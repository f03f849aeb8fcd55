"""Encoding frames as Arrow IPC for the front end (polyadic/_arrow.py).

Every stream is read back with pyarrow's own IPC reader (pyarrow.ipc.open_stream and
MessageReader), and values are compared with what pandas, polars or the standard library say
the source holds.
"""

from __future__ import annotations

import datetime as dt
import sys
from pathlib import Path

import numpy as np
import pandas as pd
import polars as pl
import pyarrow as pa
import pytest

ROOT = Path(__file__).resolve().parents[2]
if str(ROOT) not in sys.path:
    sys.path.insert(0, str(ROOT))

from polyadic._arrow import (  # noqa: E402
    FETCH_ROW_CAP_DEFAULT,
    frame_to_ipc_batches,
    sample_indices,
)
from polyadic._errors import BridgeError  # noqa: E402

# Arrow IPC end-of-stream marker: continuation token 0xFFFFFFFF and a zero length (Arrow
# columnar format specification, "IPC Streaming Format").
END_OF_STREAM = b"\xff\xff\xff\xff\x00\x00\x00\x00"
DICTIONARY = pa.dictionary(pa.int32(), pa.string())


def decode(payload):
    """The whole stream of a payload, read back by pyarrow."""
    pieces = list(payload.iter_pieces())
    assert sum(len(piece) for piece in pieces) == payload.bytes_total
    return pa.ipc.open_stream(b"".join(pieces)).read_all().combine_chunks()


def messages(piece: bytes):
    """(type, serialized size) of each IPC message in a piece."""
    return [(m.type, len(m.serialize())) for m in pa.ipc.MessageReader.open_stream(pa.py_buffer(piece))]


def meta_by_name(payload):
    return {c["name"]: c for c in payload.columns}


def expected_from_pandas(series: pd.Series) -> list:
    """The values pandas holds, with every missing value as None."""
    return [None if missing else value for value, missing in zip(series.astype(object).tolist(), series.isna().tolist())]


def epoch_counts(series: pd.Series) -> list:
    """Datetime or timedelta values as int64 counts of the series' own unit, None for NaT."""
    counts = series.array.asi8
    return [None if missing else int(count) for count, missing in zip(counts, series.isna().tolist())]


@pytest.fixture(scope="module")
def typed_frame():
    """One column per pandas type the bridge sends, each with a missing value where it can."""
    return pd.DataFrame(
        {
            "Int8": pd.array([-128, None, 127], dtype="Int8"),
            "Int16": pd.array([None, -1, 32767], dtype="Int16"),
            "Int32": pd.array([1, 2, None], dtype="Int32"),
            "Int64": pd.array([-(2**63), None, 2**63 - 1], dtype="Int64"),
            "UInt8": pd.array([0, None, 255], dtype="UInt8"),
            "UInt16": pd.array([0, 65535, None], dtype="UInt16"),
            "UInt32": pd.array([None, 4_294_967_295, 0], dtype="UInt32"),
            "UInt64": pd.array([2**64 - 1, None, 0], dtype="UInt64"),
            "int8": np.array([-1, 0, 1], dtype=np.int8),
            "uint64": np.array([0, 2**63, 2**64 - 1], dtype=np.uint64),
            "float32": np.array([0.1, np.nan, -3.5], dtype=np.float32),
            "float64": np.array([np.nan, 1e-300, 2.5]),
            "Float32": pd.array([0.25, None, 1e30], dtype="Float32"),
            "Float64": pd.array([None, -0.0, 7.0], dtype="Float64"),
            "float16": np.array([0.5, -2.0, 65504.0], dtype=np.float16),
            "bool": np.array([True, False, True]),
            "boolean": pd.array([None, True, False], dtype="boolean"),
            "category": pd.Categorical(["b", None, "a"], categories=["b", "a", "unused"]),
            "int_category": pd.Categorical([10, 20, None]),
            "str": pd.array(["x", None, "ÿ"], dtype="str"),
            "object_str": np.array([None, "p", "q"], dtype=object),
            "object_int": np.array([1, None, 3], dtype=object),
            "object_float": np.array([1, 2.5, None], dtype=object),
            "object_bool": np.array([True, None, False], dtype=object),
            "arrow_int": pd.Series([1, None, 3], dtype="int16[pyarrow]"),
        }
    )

◆ ◆ ◆ ◆ ◆

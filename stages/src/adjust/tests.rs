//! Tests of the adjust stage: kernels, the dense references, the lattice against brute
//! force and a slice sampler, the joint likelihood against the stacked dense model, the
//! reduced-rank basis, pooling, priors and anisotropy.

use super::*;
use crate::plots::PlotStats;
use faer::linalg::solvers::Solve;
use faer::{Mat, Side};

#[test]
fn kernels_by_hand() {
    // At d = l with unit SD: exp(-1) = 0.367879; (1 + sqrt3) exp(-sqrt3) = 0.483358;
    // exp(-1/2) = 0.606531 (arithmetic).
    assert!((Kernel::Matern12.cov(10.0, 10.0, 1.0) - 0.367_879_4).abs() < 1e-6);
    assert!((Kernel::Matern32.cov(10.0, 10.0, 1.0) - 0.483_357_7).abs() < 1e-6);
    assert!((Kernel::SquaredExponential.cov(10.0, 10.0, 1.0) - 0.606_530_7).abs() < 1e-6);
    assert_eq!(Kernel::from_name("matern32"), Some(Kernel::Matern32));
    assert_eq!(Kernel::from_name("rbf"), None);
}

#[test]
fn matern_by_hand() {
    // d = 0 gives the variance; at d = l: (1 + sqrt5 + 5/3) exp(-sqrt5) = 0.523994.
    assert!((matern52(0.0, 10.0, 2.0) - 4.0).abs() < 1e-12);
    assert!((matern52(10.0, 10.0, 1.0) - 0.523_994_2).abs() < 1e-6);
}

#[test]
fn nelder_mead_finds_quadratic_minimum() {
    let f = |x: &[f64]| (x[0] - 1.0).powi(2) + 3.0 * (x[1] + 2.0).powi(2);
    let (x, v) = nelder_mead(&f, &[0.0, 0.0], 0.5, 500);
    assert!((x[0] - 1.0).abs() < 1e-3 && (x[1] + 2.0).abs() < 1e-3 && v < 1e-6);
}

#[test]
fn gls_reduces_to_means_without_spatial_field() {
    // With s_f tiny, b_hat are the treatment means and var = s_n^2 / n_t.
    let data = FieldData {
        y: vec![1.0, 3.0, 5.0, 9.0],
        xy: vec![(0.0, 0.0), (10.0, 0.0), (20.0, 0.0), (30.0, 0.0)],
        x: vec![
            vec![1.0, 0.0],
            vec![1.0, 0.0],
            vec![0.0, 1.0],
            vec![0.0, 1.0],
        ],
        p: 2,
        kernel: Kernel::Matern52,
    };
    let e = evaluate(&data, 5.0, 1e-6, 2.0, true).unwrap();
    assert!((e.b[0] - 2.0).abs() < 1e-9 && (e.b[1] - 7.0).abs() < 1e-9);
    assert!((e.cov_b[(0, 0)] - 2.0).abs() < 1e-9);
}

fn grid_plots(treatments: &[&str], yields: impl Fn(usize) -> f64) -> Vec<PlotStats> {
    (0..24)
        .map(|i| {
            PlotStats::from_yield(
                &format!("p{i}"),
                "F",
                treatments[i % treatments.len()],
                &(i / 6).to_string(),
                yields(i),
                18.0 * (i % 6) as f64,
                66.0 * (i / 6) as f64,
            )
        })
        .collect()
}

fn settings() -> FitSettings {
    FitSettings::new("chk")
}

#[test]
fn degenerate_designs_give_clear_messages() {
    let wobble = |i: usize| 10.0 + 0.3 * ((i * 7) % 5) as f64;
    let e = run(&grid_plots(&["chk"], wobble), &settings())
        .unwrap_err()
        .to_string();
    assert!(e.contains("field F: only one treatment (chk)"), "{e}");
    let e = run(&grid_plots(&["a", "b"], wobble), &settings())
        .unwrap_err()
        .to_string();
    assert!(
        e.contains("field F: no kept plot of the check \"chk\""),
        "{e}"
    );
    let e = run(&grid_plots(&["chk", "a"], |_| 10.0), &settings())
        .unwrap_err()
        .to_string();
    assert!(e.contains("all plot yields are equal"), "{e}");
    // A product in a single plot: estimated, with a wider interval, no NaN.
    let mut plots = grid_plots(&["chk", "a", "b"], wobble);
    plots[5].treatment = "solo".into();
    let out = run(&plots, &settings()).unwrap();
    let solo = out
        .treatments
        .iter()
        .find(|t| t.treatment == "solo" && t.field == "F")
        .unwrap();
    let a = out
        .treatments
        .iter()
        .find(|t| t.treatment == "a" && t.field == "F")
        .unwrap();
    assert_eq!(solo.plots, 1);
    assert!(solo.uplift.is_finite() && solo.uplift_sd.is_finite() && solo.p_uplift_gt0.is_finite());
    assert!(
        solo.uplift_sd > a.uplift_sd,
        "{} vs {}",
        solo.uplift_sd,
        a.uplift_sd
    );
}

◆ ◆ ◆ ◆ ◆

Work order: Scan the records above for the string "else", and copy every line where it turns up.

Solution:
    return [None if missing else value for value, missing in zip(series.astype(object).tolist(), series.isna().tolist())]
    return [None if missing else int(count) for count, missing in zip(counts, series.isna().tolist())]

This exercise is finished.